The women in the village are in a meeting as we get closer to the square of village. They ignore us. They sit in a ring, there is some kind of meeting, they are dressed in skirts, the breasts are naked. There is no cocuetry by them, no jewelry, no imaginative coiffures like by the men. The women's hairstyles are short and natural. Several among them are smoking the pipe and perform a for us typical male attitude. Due to the natural selection, the men are very beautiful, while the women's looks are not, with our measurements met.

While the women are sitting in their meeting, the young men in the village take care of the children and the households, carry water, wash, hunt and climb high up in the palms to pick coconuts.

Skärmavbild 2017-08-30 kl. 11.38.09

A concerning old matriarch worried that the harvest of rice this year would´t last to all in her great clan - or an old whitch and slave driver?

In this village, the oldest woman inherits the house, which also houses her family. The younger women can get what they want, usually chosen during one of the ritual festivals with performances, where the young men during the dance show off their Danes wearing their most beautiful equipment. The women whisper to each other and point out their favorites. The man every woman chosen belongs to her for as long as she wants. They often have children together. But if the woman decides to marry a new man, the grandfather is allowed to move out to the dancing men again, hoping to be chosen by another woman.

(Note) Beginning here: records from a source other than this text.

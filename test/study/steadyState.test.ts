import { describe, expect, it } from "vitest";
import { fsum } from "../../src/stats/fsum.js";
import { bonferroniLevel } from "../../src/stats/compare.js";
import { csv } from "../helpers/tempStudy.js";
import { figures, studyOf } from "../helpers/runStudyFrom.js";
import { Random } from "../../src/demo/random.js";

/**
 * A level that starts at 20 for 40 time units, then moves around 3 (our own construction). With
 * `exact`, it alternates 2 and 4 every 0.5, so every slice of width 2 averages exactly 3; otherwise
 * it steps ±1 at random.
 */
function transientRun(seed: number, exact = false): string {
  const rnd = new Random(seed);
  const rows: [number, string, number][] = [];
  for (let i = 0; i < 800; i++) {
    const t = i / 2;
    rows.push([t, "stock", t < 40 ? 20 : exact ? (i % 2 === 0 ? 2 : 4) : 3 + (rnd.next() < 0.5 ? -1 : 1)]);
  }
  return csv(rows);
}

describe("MSER-5 warm-up (White 1997) inside a study", () => {
  it("finds the end of a transient known by construction and uses it for every statistic", async () => {
    const files = { "r1.csv": transientRun(1, true), "r2.csv": transientRun(2, true), "r3.csv": transientRun(3, true) };
    const { outcome } = await studyOf(
      `title: mser\nwarmup: {method: mser-5, measure: s, slice: 2}\nscenarios:\n  - {name: a, end: 400, runs: "*.csv"}\nmeasures:\n  - {name: s, kind: level, series: stock}\n`,
      files,
    );
    const sc = outcome.results.scenarios[0];
    const est = sc.warmup_estimate as { d: number; batches: number; time: number };
    // by construction: slices of width 2, batches of 5 slices = 10 time units; the transient ends at 40,
    // after which every batch mean is exactly 3, so MSER(d) = 0 for every d ≥ 4 and the tie goes to d = 4
    expect(est.batches).toBe(40);
    expect(est.d).toBe(4);
    expect(est.time).toBe(40);
    expect(figures(outcome.results, "s").duration).toBe(360);
    expect(figures(outcome.results, "s").mean).toBe(3);
  });
});

describe("batch means inside a run (Schmeiser 1982)", () => {
  it("the grand mean of level batch means equals the time average when batches are of equal time", async () => {
    const { outcome } = await studyOf(
      `title: bm\nwarmup: 7\nanalysis: {method: batch-means, batches: 10}\nscenarios:\n  - {name: a, end: 400, runs: [r.csv]}\nmeasures:\n  - {name: s, kind: level, series: stock}\n  - {name: o, kind: observation, series: stock}\n`,
      { "r.csv": transientRun(9) },
    );
    const s = figures(outcome.results, "s");
    const bm = s.batch_means as { batches: number; mean: number; batch_values: number[]; half_width: number; lag1: number };
    expect(bm.batches).toBe(10);
    // formula: mean of k equal-time batch averages = (Σ area_j / (T/k)) / k = area / T
    expect(Math.abs(bm.mean - (s.mean as number)) / (s.mean as number)).toBeLessThan(1e-12);
    expect(bm.half_width).toBeGreaterThan(0);
    // observations: n = 786 after the warm-up (t ≥ 7 in steps of 0.5 up to 399.5); 786 mod 10 = 6 oldest dropped
    const o = figures(outcome.results, "o");
    expect(o.n).toBe(786);
    const obm = o.batch_means as { batch_values: number[] };
    expect(obm.batch_values.length).toBe(10);
  });
});

describe("comparisons with Bonferroni levels", () => {
  it("paired and Welch comparisons carry the per-comparison level 1 − (1 − confidence)/K", async () => {
    const files: Record<string, string> = {};
    for (let k = 1; k <= 5; k++) {
      files[`a/rep-${k}.csv`] = csv([[0, "w", 10 + k], [1, "w", 11 + k * 0.5]]);
      files[`b/rep-${k}.csv`] = csv([[0, "w", 12 + k], [1, "w", 13.5 + k * 0.25]]);
    }
    const { outcome } = await studyOf(
      `title: cmp\nconfidence: 0.9\nscenarios:\n  - {name: A, runs: "a/*.csv"}\n  - {name: B, runs: "b/*.csv"}\nmeasures:\n  - {name: wait, kind: observation, series: w}\ncompare:\n  - {measure: wait, scenarios: [A, B], method: paired}\n  - {measure: wait, scenarios: [A, B], method: welch}\n`,
      files,
    );
    const cmp = outcome.results.comparisons as unknown as Record<string, number | string>[];
    expect(cmp).toHaveLength(2);
    // Bonferroni: each at 1 − 0.1/2 = 0.95
    expect(cmp[0].confidence_each).toBe(bonferroniLevel(0.9, 2));
    // computed by hand: run means A_k = 10.5 + 0.75k, B_k = 12.75 + 0.625k; differences −2.25 + 0.125k, mean −1.875
    expect(cmp[0].diff_mean as number).toBeCloseTo(-1.875, 12);
    expect(cmp[0].df).toBe(4);
    expect(cmp[0].ci_high as number).toBeLessThan(0);
    expect(String(cmp[0].verdict)).toContain('"A" is lower than "B"');
    const meansA = [1, 2, 3, 4, 5].map((k) => 10.5 + 0.75 * k);
    expect(cmp[1].diff_mean as number).toBeCloseTo(fsum(meansA) / 5 - fsum([1, 2, 3, 4, 5].map((k) => 12.75 + 0.625 * k)) / 5, 12);
  });
});
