/**
 * Layouts (contract section 9): the same model output written as an event table, an entity
 * table and a wide levels table gives the same figures and the same calculation tables (the
 * `line` column apart, which points at each file's own rows).
 */
import { describe, expect, it } from "vitest";
import { departureOrder, entityCsv, entityMeasures, eventAndLevelCsv, LEVEL_MEASURES, shuffled, simulate, type ModelOptions } from "../helpers/layoutModel.js";
import { studyOf } from "../helpers/runStudyFrom.js";
import { parquetFile } from "../helpers/parquet.js";
import { ENTITY_NAMES, layoutManifest as manifest, LEVEL_NAMES, numbersOf } from "../helpers/layoutNumbers.js";

describe("layouts give the same numbers (property over seeded models; identity of contract section 9, common practice)", () => {
  for (let k = 0; k < 12; k++) {
    it(`model ${k}: events = entities (departure order) for entity measures, events = levels for level measures`, async () => {
      const servers = 2 + (k % 2);
      const o: ModelOptions = { arrivalRate: 0.8 + 0.1 * k, serviceRate: 0.5, servers, horizon: 30 + 5 * k, seed: 7000 + k, drain: k % 3 === 0, decimals: k % 2 === 0 ? 1 : null };
      const customers = departureOrder(simulate(o));
      const end = o.horizon + (o.drain ? 400 : 0);
      const { events, levels } = eventAndLevelCsv(customers, servers);
      const files = { "events/r.csv": events, "entities/r.csv": entityCsv(customers), "levels/r.csv": levels };
      const fromEvents = await studyOf(manifest("events", end, ["events/r.csv"], entityMeasures(servers) + LEVEL_MEASURES.replace("measures:\n", "")), files);
      const fromEntities = await studyOf(manifest("entities", end, ["entities/r.csv"], entityMeasures(servers), "columns: {entity: id}\n"), files);
      const fromLevels = await studyOf(manifest("levels", end, ["levels/r.csv"], LEVEL_MEASURES), files);
      const entityNumbers = numbersOf(fromEntities, ENTITY_NAMES);
      expect(entityNumbers.tables.length).toBeGreaterThanOrEqual(ENTITY_NAMES.length); // every measure's table is compared
      expect(numbersOf(fromLevels, LEVEL_NAMES).tables.length).toBeGreaterThanOrEqual(LEVEL_NAMES.length);
      expect(entityNumbers).toEqual(numbersOf(fromEvents, ENTITY_NAMES));
      expect(numbersOf(fromLevels, LEVEL_NAMES)).toEqual(numbersOf(fromEvents, LEVEL_NAMES));
      // The where filters pick a part: fewer gold observations than all of them.
      const run = fromEntities.outcome.results.scenarios[0].runs[0].measures as Record<string, { n?: number }>;
      expect(run.gold_done.n!).toBeLessThan(run.served.n!);
    }, 60_000);
  }

  it("an entity table in random row order gives the same figures as in departure order", async () => {
    const o: ModelOptions = { arrivalRate: 1.1, serviceRate: 0.6, servers: 2, horizon: 200, seed: 4242, drain: false, decimals: null };
    const cs = simulate(o);
    const files = { "runs/a.csv": entityCsv(departureOrder(cs)), "runs/b.csv": entityCsv(shuffled(cs, 99)) };
    const m = entityMeasures(2);
    const a = await studyOf(manifest("entities", 200, ["runs/a.csv"], m, "columns: {entity: id}\n"), files);
    const b = await studyOf(manifest("entities", 200, ["runs/b.csv"], m, "columns: {entity: id}\n"), files);
    const runA = a.outcome.results.scenarios[0].runs[0].measures;
    const runB = b.outcome.results.scenarios[0].runs[0].measures;
    expect(runB).toEqual(runA);
  }, 60_000);
});

describe("an entity table as Parquet (contract section 9: Parquet files in any layout)", () => {
  it("gives the figures and tables of the same table as CSV (the line column apart)", async () => {
    const o: ModelOptions = { arrivalRate: 1, serviceRate: 0.6, servers: 2, horizon: 150, seed: 21, drain: false, decimals: null };
    const cs = departureOrder(simulate(o));
    const opt = (x: number | null) => x;
    const pq = parquetFile(
      [
        { name: "id", data: cs.map((c) => String(c.id)), type: "STRING" },
        { name: "arrived", data: cs.map((c) => c.arrived), type: "DOUBLE" },
        { name: "started", data: cs.map((c) => opt(c.started)), type: "DOUBLE" },
        { name: "left", data: cs.map((c) => opt(c.left)), type: "DOUBLE" },
        { name: "server", data: cs.map((c) => opt(c.server)), type: "INT32" },
        { name: "class", data: cs.map((c) => c.cls), type: "STRING" },
      ],
      { rowGroupSize: 40 },
    );
    const m = entityMeasures(2);
    const fromCsv = await studyOf(manifest("entities", 150, ["csv/r.csv"], m, "columns: {entity: id}\n"), { "csv/r.csv": entityCsv(cs) });
    const fromParquet = await studyOf(manifest("entities", 150, ["pq/r.parquet"], m, "columns: {entity: id}\n"), { "pq/r.parquet": pq });
    const a = numbersOf(fromCsv, ENTITY_NAMES);
    expect(a.tables.length).toBeGreaterThanOrEqual(ENTITY_NAMES.length);
    expect(numbersOf(fromParquet, ENTITY_NAMES)).toEqual(a);
  }, 60_000);
});

describe("SOJOURN_SORT_EVENTS (the sort's limit, docs/manifest.md)", () => {
  it("a study read with a limit of 50 events gives the same results and tables as one read in memory", async () => {
    const o: ModelOptions = { arrivalRate: 1, serviceRate: 0.6, servers: 2, horizon: 300, seed: 77, drain: false, decimals: 2 };
    const files = { "runs/r.csv": entityCsv(shuffled(simulate(o), 5)) };
    const m = manifest("entities", 300, ["runs/r.csv"], entityMeasures(2), "columns: {entity: id}\n");
    const inMemory = await studyOf(m, files);
    process.env.SOJOURN_SORT_EVENTS = "50";
    try {
      const chunked = await studyOf(m, files);
      expect(chunked.outcome.results.scenarios[0].runs[0].rows).toBeGreaterThan(15 * 50); // many chunks of 50 events
      expect(chunked.outcome.results).toEqual(inMemory.outcome.results);
      expect(chunked.tableFiles.map((t) => t.csv)).toEqual(inMemory.tableFiles.map((t) => t.csv));
    } finally {
      delete process.env.SOJOURN_SORT_EVENTS;
    }
  }, 60_000);
});

describe("Little's law on an entity table that starts and ends empty (L = λW as a sample-path identity, Little 1961; common practice)", () => {
  it("the time average number in system over [0, T] equals the sum of sojourn times over T", async () => {
    const o: ModelOptions = { arrivalRate: 0.9, serviceRate: 0.5, servers: 2, horizon: 500, seed: 31, drain: true, decimals: null };
    const cs = departureOrder(simulate(o));
    const T = Math.ceil(Math.max(...cs.map((c) => c.left!))) + 1;
    const s = await studyOf(manifest("entities", T, ["runs/a.csv"], entityMeasures(2), "columns: {entity: id}\n"), { "runs/a.csv": entityCsv(cs) });
    const run = s.outcome.results.scenarios[0].runs[0].measures as Record<string, { mean: number; n: number }>;
    const sumW = run.sojourn.mean * run.sojourn.n;
    expect(run.sojourn.n).toBe(cs.length);
    // tolerance: 1e-9 relative, for the rounding of two different sums of the same durations
    expect(Math.abs(run.in_system.mean - sumW / T)).toBeLessThanOrEqual(1e-9 * (sumW / T));
  }, 60_000);
});

/** Erlang's C formula: the probability that an arrival waits in M/M/c with offered load a = λ/μ (Gross and Harris, Fundamentals of Queueing Theory; from memory). */
function erlangC(c: number, a: number): number {
  let term = 1;
  let sum = 0;
  for (let k = 0; k < c; k++) {
    sum += term;
    term *= a / (k + 1);
  }
  const last = term / (1 - a / c);
  return last / (sum + last);
}

describe("queue formulas against long seeded runs written as entity tables", () => {
  const cases = [
    // M/M/1: L_q = ρ²/(1−ρ) (Gross and Harris, Fundamentals of Queueing Theory; from memory)
    { name: "M/M/1", servers: 1, lambda: 0.6, mu: 1, truth: (0.6 * 0.6) / (1 - 0.6) },
    // M/M/c: L_q = C(c, a)·ρ/(1−ρ), ρ = a/c (Erlang C; Gross and Harris; from memory)
    { name: "M/M/2", servers: 2, lambda: 1.4, mu: 1, truth: erlangC(2, 1.4) * 0.7 / (1 - 0.7) },
  ];
  for (const c of cases) {
    it(`${c.name}: the mean number waiting (level from arrived to started) has the formula's value inside its 95 % interval`, async () => {
      const horizon = 20_000;
      const files: Record<string, string> = {};
      const runs: string[] = [];
      for (let r = 1; r <= 8; r++) {
        const cs = departureOrder(simulate({ arrivalRate: c.lambda, serviceRate: c.mu, servers: c.servers, horizon, seed: 900 + r, drain: false, decimals: null }));
        files[`runs/rep-${r}.csv`] = entityCsv(cs);
        runs.push(`runs/rep-${r}.csv`);
      }
      const m = "measures:\n  - {name: waiting, kind: level, from: {enter: arrived, leave: started}}\n";
      const s = await studyOf(manifest("entities", horizon, runs, m, "columns: {entity: id}\nwarmup: 500\n"), files);
      const w = s.outcome.results.scenarios[0].summary.waiting;
      expect(w.ci_low!).toBeLessThanOrEqual(c.truth);
      expect(w.ci_high!).toBeGreaterThanOrEqual(c.truth);
    }, 120_000);
  }
});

The old men meet in the outskirts of the village. They live on what they can get together. Sometimes some of their children stick to them a bit of food. One of the men we meet in the film is sick. In addition to being very depressed, he has some kind of elephantiasis; The body has grown in some places like feet and legs, so the man has difficulty moving, which has had devastating consequences for his housekeeping, he can not chase anymore. The disease also meant that he ended up at an early age. No woman wanted him. Now he is working on making the holy vessels that religion requires for the rituals. One can call him the village's artist. He also makes water pots and other household items. For that he gets almost nothing, yet he feels he has a task.

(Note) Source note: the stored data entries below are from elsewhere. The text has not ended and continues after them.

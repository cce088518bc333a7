/**
 * Run summaries read back (`report --from-summaries`, issue 12): a summary is checked against its
 * run file's digest when the file can be read, and a summary that is not what `summarize-run`
 * writes gets the catalogue's message, even when its own digest was made to match.
 *
 * The study is invented (hand-made rows); expected messages come from src/messages/summary.ts.
 */
import { createHash } from "node:crypto";
import { mkdirSync, readFileSync, rmSync, writeFileSync } from "node:fs";
import { dirname, join } from "node:path";
import { describe, expect, it } from "vitest";
import { loadStudy } from "../../src/manifest/loadStudy.js";
import * as msg from "../../src/messages/summary.js";
import { UserError } from "../../src/messages/index.js";
import { runStudy } from "../../src/study/runStudy.js";
import { summarizeRun, summaryPath } from "../../src/study/runSummary.js";
import { csv, tempFolder } from "../helpers/tempStudy.js";

const MANIFEST = `title: Ferry check-in
time_unit: min
scenarios:
  - {name: two-booths, end: 10, runs: "runs/*.csv"}
measures:
  - {name: lane, kind: level, series: queue}
  - {name: wait, kind: observation, series: wait}
`;

const RUN = (k: number) => csv([[0, "queue", k], [1, "wait", 0.5 * k], [3, "queue", k + 2], [4, "wait", 1.25], [9.5, "queue", 1]]);
const sha = (text: string) => createHash("sha256").update(text).digest("hex");

/** A study folder with two runs and their summaries under `sums/`. */
async function withSummaries() {
  const dir = tempFolder({ "study.yaml": MANIFEST, "runs/r1.csv": RUN(1), "runs/r2.csv": RUN(2) });
  const study = await loadStudy(join(dir, "study.yaml"));
  const sums = join(dir, "sums");
  for (const run of ["r1", "r2"]) {
    const file = join(sums, summaryPath("two-booths", run));
    mkdirSync(dirname(file), { recursive: true });
    writeFileSync(file, (await summarizeRun(study, "two-booths", run)).text);
  }
  return { dir, study, sums, file: (run: string) => `${sums}/${summaryPath("two-booths", run)}` };
}

async function failure(p: Promise<unknown>): Promise<UserError> {
  const e = await p.then(() => null, (err: unknown) => err);
  expect(e).toBeInstanceOf(UserError);
  return e as UserError;
}

/** Edits a summary's JSON and writes it back with its own digest made to match again. */
function forge(file: string, edit: (s: Record<string, unknown>) => void): void {
  const s = JSON.parse(readFileSync(file, "utf8")) as Record<string, unknown>;
  delete s.digest;
  edit(s);
  // The digest is the SHA-256 of the summary's JSON without it (src/study/runSummary.ts, encodeSummary).
  s.digest = sha(JSON.stringify(s));
  writeFileSync(file, JSON.stringify(s) + "\n");
}

describe("runStudy with fromSummaries: each summary against its run file", () => {
  it("gives the same results as the run files when the run files are those the summaries were made from", async () => {
    const { study, sums } = await withSummaries();
    const fromSums = (await runStudy(study, { fromSummaries: sums })).outcome;
    const raw = (await runStudy(study)).outcome;
    expect(JSON.stringify(fromSums.results)).toBe(JSON.stringify(raw.results));
    expect(fromSums.warnings).toEqual(raw.warnings);
  });

  it("refuses a stale summary: its run file changed after the summary was made", async () => {
    const { dir, study, sums, file } = await withSummaries();
    const changed = RUN(1).replace("3,queue,3", "3,queue,4");
    expect(changed).not.toBe(RUN(1));
    writeFileSync(join(dir, "runs", "r1.csv"), changed);
    const e = await failure(runStudy(study, { fromSummaries: sums }));
    expect(e.message).toBe(msg.summaryStale(file("r1"), "runs/r1.csv", sha(changed), sha(RUN(1))).message);
  });

  it("uses a summary whose run file cannot be read here, and says so in a warning", async () => {
    const { dir, study, sums } = await withSummaries();
    // The manifest was read while the file was there; now its contents are out of reach.
    rmSync(join(dir, "runs", "r2.csv"));
    const { outcome } = await runStudy(study, { fromSummaries: sums });
    expect(outcome.results.scenarios[0].runs.map((r) => r.id)).toEqual(["r1", "r2"]);
    expect(outcome.warnings).toContainEqual({ scenario: "two-booths", run: "r2", measure: null, message: msg.summaryUnchecked("runs/r2.csv", "ENOENT") });
    const unchecked = outcome.warnings.filter((w) => w.run !== null && w.message === msg.summaryUnchecked(`runs/${w.run}.csv`, "ENOENT"));
    expect(unchecked.map((w) => w.run)).toEqual(["r2"]);
  });
});

describe("runStudy with fromSummaries: a malformed summary gets a message", () => {
  const cases: [string, (s: Record<string, unknown>) => void, string][] = [
    ["the analysis is missing", (s) => void delete s.analysis, "at analysis: expected an object, found nothing (the key is missing)"],
    ["the rows of the input record are text", (s) => void (((s.analysis as Record<string, unknown>).input as Record<string, unknown>).rows = "many"), 'at analysis.input.rows: expected a finite number, found the string "many"'],
    ["the window's end is text", (s) => void (((s.analysis as Record<string, unknown>).window as Record<string, unknown>).end = "10"), 'at analysis.window.end: expected a finite number or null, found the string "10"'],
    ["the outputs are a plain object", (s) => void ((s.analysis as Record<string, unknown>).outputs = {}), "at analysis.outputs: expected the measures' outputs, found an object"],
    ["the warnings are not a list", (s) => void ((s.analysis as Record<string, unknown>).warnings = "none"), 'at analysis.warnings: expected a list, found the string "none"'],
    ["the run's result has no measures", (s) => void (((s.analysis as Record<string, unknown>).result as Record<string, unknown>).measures = null), "at analysis.result.measures: expected an object, found null"],
    [
      "an output lacks its tables",
      (s) => {
        const outputs = (s.analysis as { outputs: { $map: [string, Record<string, unknown>][] } }).outputs.$map;
        delete outputs[0][1].tables;
      },
      "at analysis.outputs.lane.tables: expected a list, found nothing (the key is missing)",
    ],
    [
      "a measure is missing from the outputs",
      (s) => {
        const outputs = (s.analysis as { outputs: { $map: [string, unknown][] } }).outputs;
        outputs.$map = outputs.$map.filter(([name]) => name !== "wait");
      },
      "at analysis.outputs.wait: expected an object, found nothing (the key is missing)",
    ],
    [
      "a list of doubles is cut short",
      (s) => {
        const outputs = (s.analysis as { outputs: { $map: [string, Record<string, { $f64: string }>][] } }).outputs.$map;
        outputs[1][1].observations = { $f64: Buffer.alloc(12).toString("base64") };
      },
      "a list of doubles is 12 bytes long, not a multiple of 8",
    ],
    [
      "a map's entries are not pairs",
      (s) => void ((s.analysis as Record<string, unknown>).outputs = { $map: [1, 2] }),
      "a map's entries are not [name, value] pairs",
    ],
  ];
  for (const [what, edit, why] of cases) {
    it(`${what}, though the summary's digest matches`, async () => {
      const { study, sums, file } = await withSummaries();
      forge(file("r1"), edit);
      const e = await failure(runStudy(study, { fromSummaries: sums }));
      expect(e.message).toBe(msg.summaryMalformed(file("r1"), why).message);
    });
  }

  it("a summary that is a list, a number or null, and one cut short", async () => {
    const { study, sums, file } = await withSummaries();
    const good = readFileSync(file("r1"), "utf8");
    for (const text of ["[1, 2]", "7", "null"]) {
      writeFileSync(file("r1"), text);
      const e = await failure(runStudy(study, { fromSummaries: sums }));
      expect(e.message).toBe(msg.summaryUnreadable(file("r1"), '"format" is not "sojourn-run-summary/1"').message);
    }
    writeFileSync(file("r1"), good.slice(0, good.length / 2));
    const e = await failure(runStudy(study, { fromSummaries: sums }));
    expect(e.message.startsWith(`${file("r1")}: this is not a run summary written by \`sojourn summarize-run\` (not JSON: `)).toBe(true);
  });
});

Skärmavbild 2017-08-30 kl. 18.11.39

Huts in the outskirts of the village for the men to withdraw in for having  fun and drink palmwine together - or huts to which they are banisahed to stay when no women wants them or they get old and sick? For further information; See following pages about Bijagos´matriarchy!

Skärmavbild 2017-08-30 kl. 18.10.24

The children are fostered in a gender-neutral way until they reach puberty. Then the young women enter into their new lives, worshipped as  holy, and the men to their lives as labor slaves.

Then, in the 1980s, when I saw them the first time, I was struck by such sympathy with these powerless and lawless men and could not stop thinking about them. When I then got the honor to meet the director and producer Leyla Assaf-Tengroth, she told me that she and her film team, 1976, realized that it was only a matter of time before these men one day would to take a canoe to get to a bar next to the nearest cape and there on television not only discover that there are other gods, men who are gods, but also that men in the rest of the world with their 30 percent greater muscle mass might fight themselves out of the situations where they feel powerless.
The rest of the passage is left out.